== Data records ==
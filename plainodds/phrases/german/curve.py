"""Curves in German."""

from __future__ import annotations

from collections.abc import Sequence

from plainodds.answers.curve import CurveAnswer, CurveLine, Scale
from plainodds.phrases.choices.concerns import curve_spoken_of
from plainodds.phrases.choices.curve import (
    LISTED_AT_MOST,
    as_chances,
    extreme_points,
    going,
    spoken_places,
)
from plainodds.phrases.german.concerns import level_cautions
from plainodds.phrases.german.language import GERMAN
from plainodds.phrases.german.parts import (
    EVERYTHING,
    ODDS_MEANING,
    association,
    chance,
    covariance,
    event,
    held_sentences,
    kept_sentence,
    level_intervals,
    model_cautions,
)
from plainodds.phrases.labels import from_to, listed, predictor_name, value_label, values_range
from plainodds.phrases.lexicon import lexicon
from plainodds.phrases.numbers import count, denominator, frequencies
from plainodds.phrases.parts import difference_with_interval, rows_words, say_level_once
from plainodds.phrases.reach import line_words, parts_without_data
from plainodds.phrases.saying import Audience, Words, for_audience
from plainodds.phrases.sentences import joined, sentence
from plainodds.phrases.slope import slope_places
from plainodds.phrases.units import per_unit
from plainodds.phrases.ways import estimate_at, way_of

__all__ = ["averaged_in_curve", "beyond_data", "curve_title", "is_averaged"]

_MATCHING = "der mittleren Wahrscheinlichkeit entsprechende"


@GERMAN.words.register
def _(answer: CurveAnswer, audience: Audience = "plain") -> Words:
    return for_audience(audience, {"plain": _plain, "technical": _technical}, answer)


def _plain(answer: CurveAnswer) -> Words:
    scale = answer.question.scale
    if scale == "slope":
        told = [_slope_told(answer, line) for line in answer.lines]
    else:
        told = _chances_told(answer)
    meaning = [ODDS_MEANING] if scale == "odds" else []
    if scale in ("odds", "linear_predictor"):
        told += [
            _line_told(answer, line, spoken_places(answer, line), scale) for line in answer.lines
        ]
    return _words(answer, [*told, *_others(answer)], meaning)


def _words(answer: CurveAnswer, told: Sequence[str], more: Sequence[str] = ()) -> Words:
    levels = level_cautions(answer.subject, curve_spoken_of(answer))
    cautions = map(sentence, (*more, *beyond_data(answer), *levels, association(answer.subject)))
    held = answer.question.others != "observed"
    return Words(
        tuple(map(sentence, told)),
        (*cautions, *model_cautions(answer.subject, offset_held=held)),
    )


def beyond_data(answer: CurveAnswer) -> list[str]:
    """Where the curve leaves the data; empty where it does not."""
    told = parts_without_data(answer)
    if not told:
        return []
    if answer.subject.predictor(answer.question.predictor).is_number:
        return [
            "Wo eine Linie gestrichelt ist, haben die Daten keine Zeilen in der Nähe, und das "
            f"Modell spricht für sich allein: {told}"
        ]
    return [f"Hier haben die Daten keine Zeilen, und das Modell spricht für sich allein: {told}"]


def is_averaged(answer: CurveAnswer) -> bool:
    """Whether the curve is an average over rows."""
    return answer.question.others == "observed"


@GERMAN.others_words.register
def _others(answer: CurveAnswer, at_most: int = 8) -> list[str]:
    subject, question = answer.subject, answer.question
    shown = {question.predictor, question.by}
    if all(facts.name in shown for facts in subject.predictors):
        return []
    if is_averaged(answer):
        return [kept_sentence(subject, averaged_in_curve(question.scale), rows_words(subject))]
    return held_sentences(subject, answer.held, question.others, at_most=at_most)


def averaged_in_curve(scale: Scale) -> str:
    """What is averaged, with its article."""
    if scale == "slope":
        return "die Änderungen der Wahrscheinlichkeit"
    return "die Wahrscheinlichkeiten"


def _chances_told(answer: CurveAnswer) -> list[str]:
    """One sentence per line in chances, with frequencies over one denominator for all."""
    lines = [as_chances(line, answer.question.scale) for line in answer.lines]
    places = [spoken_places(answer, line) for line in answer.lines]
    spoken = [
        [line.estimate[place] for place in here] for line, here in zip(lines, places, strict=True)
    ]
    over = denominator(each for chances in spoken for each in chances)
    return [
        lexicon().that_is.format(
            _line_told(answer, line, here, "probability"), frequencies(chances, over)
        )
        for line, here, chances in zip(lines, places, spoken, strict=True)
    ]


def _noun(answer: CurveAnswer, scale: Scale) -> str:
    what = event(answer.subject.outcome)
    averaged = is_averaged(answer)
    if scale == "odds":
        return f"die {_MATCHING + ' ' if averaged else ''}Chance (Odds) für {what}"
    if scale == "linear_predictor":
        return f"die {_MATCHING + 'n ' if averaged else ''}Log-Odds für {what}"
    return chance(answer.subject.outcome, averaged=averaged)


def _line_told(answer: CurveAnswer, line: CurveLine, places: Sequence[int], scale: Scale) -> str:
    question = answer.question
    facts, way = answer.subject.predictor(question.predictor), way_of(scale)
    name, noun = predictor_name(facts), _noun(answer, scale)
    lead = f"bei {line_words(answer, line)} " if line_words(answer, line) else ""
    told = say_level_once(
        [way.told(estimate_at(line, place), question.level) for place in places], question.level
    )
    values = [value_label(facts, line.at[place]) for place in places]
    plural = scale == "linear_predictor"
    if len(line.at) <= LISTED_AT_MOST:
        items = [f"{text} bei {at}" for text, at in zip(told, values, strict=True)]
        verb = "betragen" if plural else "beträgt"
        return f"{lead or f'je nach {name} '}{verb} {noun}{_by(name, lead)} {listed(items)}"
    if not facts.is_number:
        verb = "sind" if plural else "ist"
        return (
            f"{lead or f'je nach {name} '}{verb} {noun}{_by(name, lead)} unter "
            f"{count(len(line.at))} Werten am niedrigsten bei {values[0]}, {told[0]}, und am "
            f"höchsten bei {values[1]}, {told[1]}"
        )
    start, end, *turns = places
    goes = going(line, start, end, way)
    verbs = ("liegen", "steigen", "fallen") if plural else ("liegt", "steigt", "fällt")
    verb = dict(zip(("level", "rising", "falling"), verbs, strict=True))[goes]
    path = f"von {told[0]} auf {told[1]}"
    if goes == "level":
        path = f"am Anfang bei {told[0]} und am Ende bei {told[1]}"
    along = f"{name} ({values_range(facts, line.at[start], line.at[end])})"
    opening = f"{lead}{verb} {noun} entlang {along}" if lead else f"entlang {along} {verb} {noun}"
    text = f"{opening} {path}"
    for place, at, turn in zip(turns, values[2:], told[2:], strict=True):
        extreme = "höchsten" if line.estimate[place] > line.estimate[start] else "niedrigsten"
        text += f"; am {extreme} {'sind' if plural else 'ist'} sie bei {at}, {turn}"
    return text


def _by(name: str, lead: str) -> str:
    """Along what, where the sentence does not open with it."""
    return f", je nach {name}," if lead else ""


def _slope_told(answer: CurveAnswer, line: CurveLine) -> str:
    """The slope at a few points: "je year mehr (pipe age) ist die Wahrscheinlichkeit …"."""
    facts, level = answer.subject.predictor(answer.question.predictor), answer.question.level
    places = slope_places(answer, line)
    told = say_level_once(
        [difference_with_interval(estimate_at(line, place), level) for place in places], level
    )
    items = [
        f"etwa {text} bei {value_label(facts, line.at[place])}"
        for text, place in zip(told, places, strict=True)
    ]
    step = lexicon().per_additional.format(per_unit(facts.unit))
    lead = f"bei {line_words(answer, line)} liegt" if line_words(answer, line) else ""
    noun = chance(answer.subject.outcome, averaged=is_averaged(answer))
    along = f"{step} ({predictor_name(facts)})"
    opening = f"{lead} {along} {noun}" if lead else f"{along} liegt {noun}"
    return f"{opening} {listed(items)}"


def _technical(answer: CurveAnswer) -> Words:
    told = [_drawn(answer)]
    told += [_technical_line(answer, line) for line in answer.lines]
    return _words(answer, [*told, *_others(answer, EVERYTHING), _method(answer)])


def curve_title(answer: CurveAnswer) -> str:
    """What the curve is a curve of."""
    scale, averaged = answer.question.scale, is_averaged(answer)
    if scale != "slope":
        return _noun(answer, scale).removeprefix("die ")
    unit = per_unit(answer.subject.predictor(answer.question.predictor).unit)
    kind = "mittleren " if averaged else ""
    step = lexicon().per_additional.format(unit)
    return (
        f"Änderung der {kind}Wahrscheinlichkeit für {event(answer.subject.outcome)} in "
        f"Prozentpunkten {step}"
    )


def _drawn(answer: CurveAnswer) -> str:
    question, subject = answer.question, answer.subject
    facts = subject.predictor(question.predictor)
    text = f"{curve_title(answer)}, entlang {predictor_name(facts)}"
    first, last = answer.lines[0].at[0], answer.lines[0].at[-1]
    if facts.is_number and first != last:
        text += f" {from_to(facts, first, last)}"
    if question.by is None:
        return text
    return f"{text}, eine Linie je Wert von {predictor_name(subject.predictor(question.by))}"


def _technical_line(answer: CurveAnswer, line: CurveLine) -> str:
    question = answer.question
    facts, way = answer.subject.predictor(question.predictor), way_of(question.scale)
    items = []
    for place in sorted(spoken_places(answer, line)):
        point = estimate_at(line, place)
        se = "" if point.se is None else lexicon().standard_error.format(way.se(point.se))
        at = value_label(facts, line.at[place])
        items.append(f"bei {at} {way.told(point, question.level)}{se}")
    return f"{line_words(answer, line) or 'Schätzungen'}: {'; '.join(items)}"


def _method(answer: CurveAnswer) -> str:
    question, subject = answer.question, answer.subject
    if all(line.lower is None for line in answer.lines):
        return f"Aus {rows_words(subject)}"
    if question.scale == "slope":
        way = "Intervalle von dπ/dx nach der Delta-Methode"
    elif is_averaged(answer):
        way = (
            "Delta-Methode auf dem Logit der gemittelten Wahrscheinlichkeit (Zeilen gewichtet wie "
            "bei der Anpassung)"
        )
    else:
        way = "Wald-Intervalle auf dem linearen Prädiktor"
    if question.scale in ("probability", "odds"):
        way += ", auf die gezeigte Skala übertragen"
    return (
        f"{level_intervals(question.level)} aus {rows_words(subject)}: {way}, mit "
        f"{covariance(subject)}"
    )


@GERMAN.alternative.register
def _(answer: CurveAnswer) -> str:
    question, subject = answer.question, answer.subject
    facts, way = subject.predictor(question.predictor), way_of(question.scale)
    shape = "als Kurve" if facts.is_number else "als Punkte"
    if any(line.lower is not None for line in answer.lines):
        shape += " mit Intervallband" if facts.is_number else " mit Intervallen"
    by = ""
    if question.by is not None:
        by = f", je für {listed([line_words(answer, line) for line in answer.lines])}"
    told = []
    for line, place in extreme_points(answer):
        of = f", {line_words(answer, line)}" if line_words(answer, line) else ""
        at = value_label(facts, line.at[place])
        told.append(f"{way.bare(line.estimate[place])} bei {at}{of}")
    return joined(
        f"{curve_title(answer)}, entlang {predictor_name(facts)}, {shape}{by}",
        f"Der niedrigste Wert ist {told[0]}; der höchste ist {told[1]}",
    )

== Activity ==
Using the listing, filter for "allein" and return the matching lines.

== Expected answer ==
            f"Modell spricht für sich allein: {told}"
    return [f"Hier haben die Daten keine Zeilen, und das Modell spricht für sich allein: {told}"]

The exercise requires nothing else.